The US government has been trying to get China to "behave" for quite some
time. One of the very obvious points of contention is copyright law - as
someone once said, "Chinese copyright is the right to copy anything they
want". Now, the previous article painted this from the point of view of
massive industrial IP theft - theft of patents, technologies, etc.

But we all know that there's another kind of IP that has a lot of influence
over the governments of the world, and that's media IP - music, books, movies,
etc.

It's clear that both are happening to some extent, but what are the
proportions? Is 99.9% of the "Chinese IP problem" to do with stolen media?
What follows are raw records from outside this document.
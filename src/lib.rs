//! Baroc: thermal-wind and balance diagnostics on pressure-level grids.
//!
//! The data flow one way (see DEVELOPERS.md for the code map):
//! text -> `lang` (grammar, syntax tree, check, evaluate) -> values ->
//! `render` (MIME bundles) -> front ends (`kernel`, `evcxr`, CLI).
//! The physics (`physics`) works on plain arrays and grids and knows nothing
//! of the language.

pub mod constants;
pub mod kernel;
pub mod mime;
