impl PolarStereographic {
    /// Scale at the pole given directly (k0).
    pub fn with_scale_factor(
        pole: Pole,
        straight_vertical_longitude: f64,
        scale_factor: f64,
        false_easting: f64,
        false_northing: f64,
        radius: f64,
    ) -> Result<Self, ProjectionError> {
        check_finite("straight_vertical_longitude_from_pole", straight_vertical_longitude)?;
        check_finite("false_easting", false_easting)?;
        check_finite("false_northing", false_northing)?;
        check_radius(radius)?;
        if !(scale_factor.is_finite() && scale_factor > 0.0 && scale_factor <= 1.0 + 1e-12) {
            return Err(ProjectionError(format!(
                "scale_factor_at_projection_origin = {scale_factor} is outside (0, 1]"
            )));
        }
        Ok(Self { pole, straight_vertical_longitude, scale_factor, false_easting, false_northing, radius })
    }

    /// True scale along a standard parallel (latitude of true scale): on a
    /// sphere k0 = (1 + sin|phi_c|) / 2 (Snyder eq. 21-4 at the pole, solved
    /// for k0 with k = 1 at phi_c). The parallel must be in the pole's
    /// hemisphere.
    pub fn with_standard_parallel(
        pole: Pole,
        straight_vertical_longitude: f64,
        standard_parallel: f64,
        false_easting: f64,
        false_northing: f64,
        radius: f64,
    ) -> Result<Self, ProjectionError> {
        check_latitude("standard_parallel", standard_parallel, false)?;
        let right_side = match pole {
            Pole::North => standard_parallel > 0.0,
            Pole::South => standard_parallel < 0.0,
        };
        if !right_side {
            return Err(ProjectionError(format!(
                "standard_parallel = {standard_parallel} is not in the hemisphere of the projection's pole ({:?})",
                pole
            )));
        }
        let k0 = (1.0 + standard_parallel.to_radians().sin().abs()) / 2.0;
        Self::with_scale_factor(pole, straight_vertical_longitude, k0, false_easting, false_northing, radius)
    }

    fn sign(&self) -> f64 {
        match self.pole {
            Pole::North => 1.0,
            Pole::South => -1.0,
        }
    }

    fn forward(&self, lat: f64, lon: f64) -> (f64, f64) {
        let s = self.sign();
        let phi = lat.to_radians();
        let dl = (lon - self.straight_vertical_longitude).to_radians();
        // Snyder eqs. (21-5) to (21-7) (north) and (21-12) to (21-14) (south),
        // written with s = +1 (north) or -1 (south).
        let rho = 2.0 * self.radius * self.scale_factor * (FRAC_PI_4 - s * phi / 2.0).tan();
        (self.false_easting + rho * dl.sin(), self.false_northing - s * rho * dl.cos())
    }

    fn inverse(&self, x: f64, y: f64) -> (f64, f64) {
        let s = self.sign();
        let (dx, dy) = (x - self.false_easting, y - self.false_northing);
        let rho = dx.hypot(dy);
        // Snyder eq. (20-18) with phi1 = +-90: c = 2 arctan(rho / (2 R k0)),
        // phi = s (90 - c) (eq. 20-14); lambda from eqs. (20-16), (20-17).
        let c = 2.0 * (rho / (2.0 * self.radius * self.scale_factor)).atan();
        let lat = s * (FRAC_PI_2 - c);
        let lon = if rho == 0.0 { 0.0 } else { dx.atan2(-s * dy) };
        (lat.to_degrees(), self.straight_vertical_longitude + lon.to_degrees())
    }

    fn map_factor(&self, lat: f64) -> f64 {
        // Snyder eq. (21-4) in the polar aspect: k = 2 k0 / (1 + s sin phi).
        2.0 * self.scale_factor / (1.0 + self.sign() * lat.to_radians().sin())
    }
}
To
do with the fact that you can buy pirated DVDs on every street corner? Or is
it 99%? 90%? 10%? Basically, is the main force behind all this anti-china
discussion the media lobby, or is it a somewhat more bona fide effort to
protect more legitimate industry?

Cause I have to say - if I have a choice between the Chinese model of media
copyright (i.e., no copyright protection) and the US one, I'll pick the
Chinese one. It's a better starting point for improvement than the current US
model.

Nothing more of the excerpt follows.